I have to convert a Haskell type signature into a term. The type signature is :
f :: (a -> b -> c) -> (d -> b) -> (d -> a) -> d -> c
The correct resulting term is :
f g h j x = g (j x) (h x)
and here lies my problem as I understand it g is a function which returns a function which returns c and c is function which returns a function d which returns b and b is a function which returns itself which then returns itself again which then returns c.
Correct me if i am wrong.
What I don't get is why is g taking (j x) as first argument and (h x) as second argument. Shouldn't it be the other way around? Haskell is right associative and h is the secound parameter given to the function f and not j.

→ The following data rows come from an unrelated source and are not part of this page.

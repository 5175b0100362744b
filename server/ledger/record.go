package ledger

import (
	"context"
	"crypto/rand"
	"database/sql"
	"encoding/binary"
	"encoding/json"
	"errors"

	"lapgate/pipeline"
)

// Record writes an inspection in one transaction. When it returns without error, the
// record is on disk and the verdict may be answered. An identity that is on record with
// the same digest is a resend: the stored inspection comes back, fresh is false, and
// nothing is written. With another digest it is an error of kind pipeline.Conflict.
func (s *Store) Record(ctx context.Context, in Inspection) (stored Inspection, fresh bool, err error) {
	if err := in.prepare(s.Now()); err != nil {
		return Inspection{}, false, err
	}
	texts, err := encode(in)
	if err != nil {
		return Inspection{}, false, err
	}
	var earlier int64
	err = s.write(ctx, func(tx *sql.Tx) error {
		earlier, err = findResend(ctx, tx, in)
		if err != nil || earlier != 0 {
			return err
		}
		in.ID = newID()
		return insert(ctx, tx, in, texts)
	})
	if err != nil {
		return Inspection{}, false, err
	}
	if earlier != 0 {
		stored, err = s.Inspection(ctx, earlier)
		return stored, false, err
	}
	return in, true, nil
}

// findResend returns the id of the inspection that in repeats, or 0.
func findResend(ctx context.Context, q queryer, in Inspection) (int64, error) {
	var id int64
	var digest string
	err := q.QueryRowContext(ctx, `SELECT id, digest FROM inspections WHERE `+whereIdentity, identityArgs(in.Identity)...).Scan(&id, &digest)
	if errors.Is(err, sql.ErrNoRows) {
		return 0, nil
	}
	if err == nil && digest != in.Digest {
		return 0, pipeline.Fail(pipeline.Conflict, "%s: other frames are on record for %s: "+
			"if the unit was shown again, send it as the next attempt; if a counter restarted, give the lot or the unit another id",
			pipeline.ReasonConflict, describe(in.Identity))
	}
	return id, err
}

const whereIdentity = whereStation + ` AND attempt = $7 AND line = $8`

func identityArgs(id pipeline.Identity) []any { return keyOf(id).args(id.Attempt, id.Line) }

// newID returns a random positive number. Should it ever be taken, the insert fails and
// a resend gets another one.
func newID() int64 {
	var b [8]byte
	_, _ = rand.Read(b[:]) // never fails since Go 1.24
	return max(1, int64(binary.LittleEndian.Uint64(b[:])>>1))
}

// texts are the JSON columns of an inspection.
type texts struct {
	frames                 []string // one for each view
	evidence               []byte   // gzip
	reasons, stageVersions string
}

func encode(in Inspection) (texts, error) {
	var t texts
	body := in.Evidence
	body.Views = append([]pipeline.ViewEvidence(nil), in.Evidence.Views...)
	for i := range body.Views {
		if err := checkFormats(body.Views[i]); err != nil {
			return t, err
		}
		text, err := toJSON("frames", body.Views[i].Frames)
		if err != nil {
			return t, err
		}
		t.frames = append(t.frames, text)
		body.Views[i].Frames = nil
	}
	text, err := toJSON("evidence", body)
	if err != nil {
		return t, err
	}
	if t.evidence, err = zip(text); err != nil {
		return t, err
	}
	t.reasons, t.stageVersions, err = encodeJudgement(in.Judgement)
	return t, err
}

// checkFormats refuses a pixel format that could be written but not read again.
func checkFormats(v pipeline.ViewEvidence) error {
	for i, f := range v.Frames {
		if !f.Header.Format.Known() {
			return pipeline.Invalid("view %s, frame %d: pixel_format: got %s, want one that is understood", v.Name, i, f.Header.Format)
		}
	}
	return nil
}

func encodeJudgement(j pipeline.Judgement) (reasons, stageVersions string, err error) {
	if reasons, err = toJSON("reasons", j.Reasons); err != nil {
		return "", "", err
	}
	stageVersions, err = toJSON("stage_versions", j.StageVersions)
	return reasons, stageVersions, err
}

func toJSON(what string, v any) (string, error) {
	b, err := json.Marshal(v)
	if err != nil {
		return "", pipeline.Invalid("%s: cannot be kept (%w): every number must be finite; the stage that measured it must say so as a failure", what, err)
	}
	return string(b), nil
}
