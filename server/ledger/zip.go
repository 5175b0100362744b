package ledger

import (
	"bytes"
	"compress/gzip"
	"io"
	"strings"
)

// zip packs evidence: its keys repeat with every defect, so it shrinks several times.
func zip(text string) ([]byte, error) {
	var out bytes.Buffer
	w, err := gzip.NewWriterLevel(&out, gzip.BestSpeed)
	if err != nil {
		return nil, err
	}
	if _, err := io.Copy(w, strings.NewReader(text)); err != nil {
		return nil, err
	}
	err = w.Close()
	return out.Bytes(), err
}

func unzip(packed []byte) (string, error) {
	r, err := gzip.NewReader(bytes.NewReader(packed))
	if err != nil {
		return "", err
	}
	text, err := io.ReadAll(r)
	return string(text), err
}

g :: a -> b -> c, h :: d -> b, j :: d -> a, and x :: d are all independent arguments to f; their order implies nothing about how we might end up using them in the definition of f.
To start, we know that f uses its arguments to return a value of type c. But none of the arguments have a value of type c; the only way to get a value of type c is to use g. But in order to use g, you need arguments of type a and type b, and none of f's arguments have those types. But we could use h and j to get them, if we had an argument of type d to apply them to, and lo and behold, we do have a value of type d: the argument x!.

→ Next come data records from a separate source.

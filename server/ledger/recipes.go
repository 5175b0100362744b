package ledger

import (
	"context"
	"crypto/sha256"
	"database/sql"
	"encoding/hex"
	"time"

	"lapgate/pipeline"
)

// Recipe is a recipe's text as it was in force.
type Recipe struct {
	Hash                    string // "sha256:" + hex of Text; empty = computed
	Part, Revision, Surface string
	File                    string
	Text                    string
	Added                   time.Time // given by the ledger
}

// PutRecipe keeps a recipe's text under its hash; one that is kept already stays as it is.
func (s *Store) PutRecipe(ctx context.Context, r Recipe) error {
	sum := sha256.Sum256([]byte(r.Text))
	hash := "sha256:" + hex.EncodeToString(sum[:])
	if r.Hash != "" && r.Hash != hash {
		return pipeline.Invalid("recipe hash: got %s, want %s, which is that of the text", r.Hash, hash)
	}
	return s.write(ctx, func(tx *sql.Tx) error {
		_, err := tx.ExecContext(ctx, `INSERT INTO recipes (hash, part, revision, surface, file, body, added_us)
			VALUES ($1, $2, $3, $4, $5, $6, $7) ON CONFLICT (hash) DO NOTHING`,
			hash, r.Part, r.Revision, r.Surface, r.File, r.Text, micros(s.Now()))
		return err
	})
}

// Recipe returns the recipe with this text hash.
func (s *Store) Recipe(ctx context.Context, hash string) (Recipe, error) {
	all, err := s.recipes(ctx, `hash = $1`, hash)
	if err != nil {
		return Recipe{}, err
	}
	if len(all) == 0 {
		return Recipe{}, pipeline.NotFound("recipe %s: not on record", hash)
	}
	return all[0], nil
}

// Recipes returns the recipes of a part, or all, newest first.
func (s *Store) Recipes(ctx context.Context, part string) ([]Recipe, error) {
	if part == "" {
		return s.recipes(ctx, `1 = 1`)
	}
	return s.recipes(ctx, `part = $1`, part)
}

func (s *Store) recipes(ctx context.Context, where string, args ...any) ([]Recipe, error) {
	var out []Recipe
	err := each(ctx, s.reader, func(rows *sql.Rows) error {
		var r Recipe
		var added int64
		err := rows.Scan(&r.Hash, &r.Part, &r.Revision, &r.Surface, &r.File, &r.Text, &added)
		r.Added = fromMicros(added)
		out = append(out, r)
		return err
	}, `SELECT hash, part, revision, surface, file, body, added_us FROM recipes WHERE `+where+` ORDER BY added_us DESC, hash`, args...)
	return out, s.engine.classify(err)
}

// Calibration is what is kept of a calibration: its provenance, not its pictures.
type Calibration struct {
	Hash                string // of its content
	Camera, Light, Mode string
	MadeAt              string // RFC 3339
	Text                string // the calibration's own description
	Added               time.Time
}

// PutCalibration keeps a calibration's text under its hash; one that is kept already
// stays as it is.
func (s *Store) PutCalibration(ctx context.Context, c Calibration) error {
	if c.Hash == "" {
		return pipeline.Invalid("calibration hash: not given")
	}
	return s.write(ctx, func(tx *sql.Tx) error {
		_, err := tx.ExecContext(ctx, `INSERT INTO calibrations (hash, camera, light, mode, made_at, body, added_us)
			VALUES ($1, $2, $3, $4, $5, $6, $7) ON CONFLICT (hash) DO NOTHING`,
			c.Hash, c.Camera, c.Light, c.Mode, c.MadeAt, c.Text, micros(s.Now()))
		return err
	})
}

// Calibration returns the calibration with this hash.
func (s *Store) Calibration(ctx context.Context, hash string) (Calibration, error) {
	c := Calibration{Hash: hash}
	var added int64
	err := s.reader.QueryRowContext(ctx, `SELECT camera, light, mode, made_at, body, added_us FROM calibrations WHERE hash = $1`, hash).
		Scan(&c.Camera, &c.Light, &c.Mode, &c.MadeAt, &c.Text, &added)
	c.Added = fromMicros(added)
	return c, s.engine.classify(orMissing(err, "calibration %s: not on record", hash))
}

f g h j x = let aValue = j x
bValue = h x
cValue = g aValue bValue
in cValue
which can be flattened to the original answer of
f g h j x = g (j x) (h x)
If you want to think of the return value of f as being d -> c, rather than just c, you can eliminate x from the definition with some point-free trickery.
f g h j = g <$> j <*> h -- liftA2 g j h
You can even go a little further to remove h and j as arguments, but the result, though simple, is even more incomprehensible:
f = flip . liftA2
Moral of the story: sometimes point-free style abstracts away distracting details, other times it completely obscures the meaning of the function.